I have been asked to preach in a church (fill in for the pastor) that has been using "The Story" as the framework for the sermons. http://www.thestory.com/. Evidently Zondervan produces some materials related to it.

I have never been in a church that used it and so it never rose high on my radar. It talks about the "upper story" and the "lower story" and uses some idiosyncratic terminology.

Does anyone have any opinions on it or experience with it? Since my text and topic are assigned, the best I can do is make lemonade out of the lemons (if indeed it is a "lemon").


----------



## Bill The Baptist (Sep 15, 2016)

I think this is the one from Max Lucado. I think it is essentially a sort of biblical theology for dummies.


----------



## Toasty (Sep 15, 2016)

DMcFadden said:


> I have been asked to preach in a church (fill in for the pastor) that has been using "The Story" as the framework for the sermons. http://www.thestory.com/. Evidently Zondervan produces some materials related to it.
> 
> I have never been in a church that used it and so it never rose high on my radar. It talks about the "upper story" and the "lower story" and uses some idiosyncratic terminology.
> 
> Does anyone have any opinions on it or experience with it? Since my text and topic are assigned, the best I can do is make lemonade out of the lemons (if indeed it is a "lemon").



The Story is a set of selections from the Bible placed in chronological order. Also, the text is not divided into verses. The NIV is used. There is a children's version of it that looks like a paraphrase of the Bible. I think that people should read a good translation of the Bible and if they need help understanding it, then they can get a good commentary, a set of maps of the lands of the Bible, and maybe a good book explaining the historical and cultural background of the Bible.

Here is a quote from "The Story" website that explains what it is. 

"The Story is an abridged, chronological Bible that removes the typical barriers many people experience when trying to read the Bible. This book gives an appreciation of the whole Word of God."

Here is the link: http://www.thestory.com/how-it-works/story-promo-videos/


----------



## chuckd (Sep 15, 2016)

Toasty said:


> "The Story is an abridged, chronological Bible that removes the typical barriers many people experience when trying to read the Bible. This book gives an appreciation of the whole Word of God."



It gives an appreciation for an abridged, barrier free Word of God.


----------



## Edward (Sep 15, 2016)

Toasty said:


> "...This book gives an appreciation of the whole Word of God."

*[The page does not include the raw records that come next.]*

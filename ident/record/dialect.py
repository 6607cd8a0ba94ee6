"""How a log is written: its delimiter, decimal sign, header, units row and the first line of data."""

from __future__ import annotations

import csv
import re
from collections import Counter
from dataclasses import dataclass
from itertools import pairwise

from ident.errors import ReadError

DELIMITERS = (";", "\t", ",")
MOST_COLUMNS = 1000
_SAMPLE = 65536
_LONG_SAMPLE = 2**20
_SAMPLE_LINES = 120
# A row of data may hold words ("No Data") in all but the time column.
_LEAST_SHARE = 0.25

_NUMBER = re.compile(r"[+-]?(?=[.,]?\d)[\d.,]*(?:[eE][+-]?\d+)?")
_STAMP = re.compile(r"\d[\d\-/.:, T]*(?: ?[AaPp]\.?[Mm]\.?| ?Z| ?[+-]\d\d:?\d\d)?")
_INFINITE = re.compile(r"[+-]?inf(?:inity)?", re.IGNORECASE)
_COMMA = re.compile(r"[+-]?(?:\d+|\d{1,3}(?:\.\d{3})+),\d+(?:[eE][+-]?\d+)?")
_POINT = re.compile(r"[+-]?\d*\.\d+(?:[eE][+-]?\d+)?")


@dataclass(frozen=True, slots=True)
class Dialect:
    """The writing of one log.

    decimal     "." or ","
    width       fields per data row
    header      texts of the rows directly above the data that may hold column names, nearest last
    first       cells of the first data row
    offset      of the first data row in the bytes
    line        of the first data row in the file, counted from 1
    """

    delimiter: str
    decimal: str
    width: int
    header: tuple[tuple[str, ...], ...]
    first: tuple[str, ...]
    offset: int
    line: int


def sniff(text: bytes) -> Dialect:
    """Find the dialect in the first rows.

    text    UTF-8

    Raises ReadError: one-column, no-numbers, too-few-rows, too-many-columns.
    """
    newline, lines = _sample(text)
    candidates = [_candidate(lines, d) for d in DELIMITERS]
    score, delimiter, rows, width, first = max(candidates, key=lambda c: c[0])
    if score == 0:
        _refuse(rows_by_delimiter=[c[2] for c in candidates])
    if width > MOST_COLUMNS:
        raise ReadError(
            "too-many-columns",
            f"The log has {width} columns, more than {MOST_COLUMNS}: export only time, setpoint, command and speed.",
            {"columns": width},
        )
    header: list[tuple[str, ...]] = []
    for row in reversed(rows[:first]):
        cells = tuple(cell.strip() for cell in row)
        if not any(cells) and not header:
            continue  # a blank line between header and data
        if not any(cells) or len(_trimmed(cells)) > width:
            break
        header.insert(0, (*cells, *[""] * width)[:width])
    offset = sum(len(line) + len(newline) for line in lines[:first])
    decimal = _decimal(rows[first:], width) if delimiter != "," else "."
    return Dialect(delimiter, decimal, width, tuple(header[-4:]), tuple(rows[first]), offset, first + 1)


def _sample(text: bytes) -> tuple[bytes, list[bytes]]:
    newline = b"\n" if b"\n" in text[:_LONG_SAMPLE] else b"\r"
    for size in (_SAMPLE, _LONG_SAMPLE):
        lines = text[:size].split(newline)
        if len(lines) > 20 or len(text) <= size:
            break
    if len(text) > size:
        lines.pop()  # cut by the sample, not by the writer
    return newline, lines[:_SAMPLE_LINES]


def _cells(line: bytes, delimiter: str) -> list[str]:
    text = line.decode(errors="replace").strip("\r")
    try:
        return next(csv.reader([text], delimiter=delimiter, skipinitialspace=True), [])
    except csv.Error:
        return text.split(delimiter)


def _candidate(lines: list[bytes], delimiter: str) -> tuple[float, str, list[list[str]], int, int]:
    """Score, delimiter, rows, width and first data row: how much of the sample this delimiter explains."""
    rows = [_cells(line, delimiter) for line in lines]
    shares = [_share(row) for row in rows]
    widths = Counter(len(row) for row, share in zip(rows, shares, strict=True) if share >= _LEAST_SHARE)
    if not widths:
        return 0.0, delimiter, rows, 0, 0
    width = max(widths, key=lambda w: (widths[w], w))
    data = [i for i, row in enumerate(rows) if shares[i] >= _LEAST_SHARE and len(row) == width]
    score = sum(shares[i] for i in data)
    # A preamble may hold one row that looks like data ("Period, from, to"); data come in pairs.
    pairs = (i for i, after in pairwise(data) if after == i + 1)
    first = next(pairs, data[0])
    return score, delimiter, rows, width, first


def _share(row: list[str]) -> float:
    """The share of values among the cells that are not blank; 0 for a row of fewer than two fields."""
    filled = [cell.strip() for cell in row if cell.strip()]
    if len(row) < 2 or not filled:
        return 0.0
    return sum(bool(_is_value(cell)) for cell in filled) / len(filled)


def _is_value(cell: str) -> bool:
    return any(pattern.fullmatch(cell) for pattern in (_NUMBER, _STAMP, _INFINITE))


def _decimal(rows: list[list[str]], width: int) -> str:
    cells = [cell.strip() for row in rows if len(row) == width for cell in row]
    commas = sum(bool(_COMMA.fullmatch(cell)) for cell in cells)
    points = sum(bool(_POINT.fullmatch(cell)) for cell in cells)
    return "," if commas > points else "."


def _trimmed(cells: tuple[str, ...]) -> tuple[str, ...]:
    end = max((i + 1 for i, cell in enumerate(cells) if cell), default=0)
    return cells[:end]


def _refuse(rows_by_delimiter: list[list[list[str]]]) -> None:
    widest = max((len(row) for rows in rows_by_delimiter for row in rows), default=0)
    if widest < 2:
        raise ReadError(
            "one-column",
            "The log has only one column: export time, command and speed side by side, separated by comma, "
            "semicolon or tab.",
        )
    filled = max(sum(len(row) == widest for row in rows) for rows in rows_by_delimiter)
    if filled <= 1:
        raise ReadError("too-few-rows", "The log has a header but no rows of numbers below it.", {"rows": 0})
    raise ReadError(
        "no-numbers",
        "No rows of numbers were found: export the log as a table with one row per sample and one column per signal.",
    )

Particularly the parts it leaves out?


----------



## BGF (Sep 15, 2016)

I just want to know how "my story" fits in to "The Story".


----------



## OPC'n (Sep 15, 2016)

BGF said:


> I just want to know how "my story" fits in to "The Story".



Lol


----------



## Jake (Sep 15, 2016)

I saw that at an LCMS church near me (southside of Atlanta) had a sermon series based on the Story. I was surprised.


----------



## KeithW (Sep 15, 2016)

My previous church used it when it came out.



Toasty said:


> The Story is a set of selections from the Bible placed in chronological order. Also, the text is not divided into verses. The NIV ii used.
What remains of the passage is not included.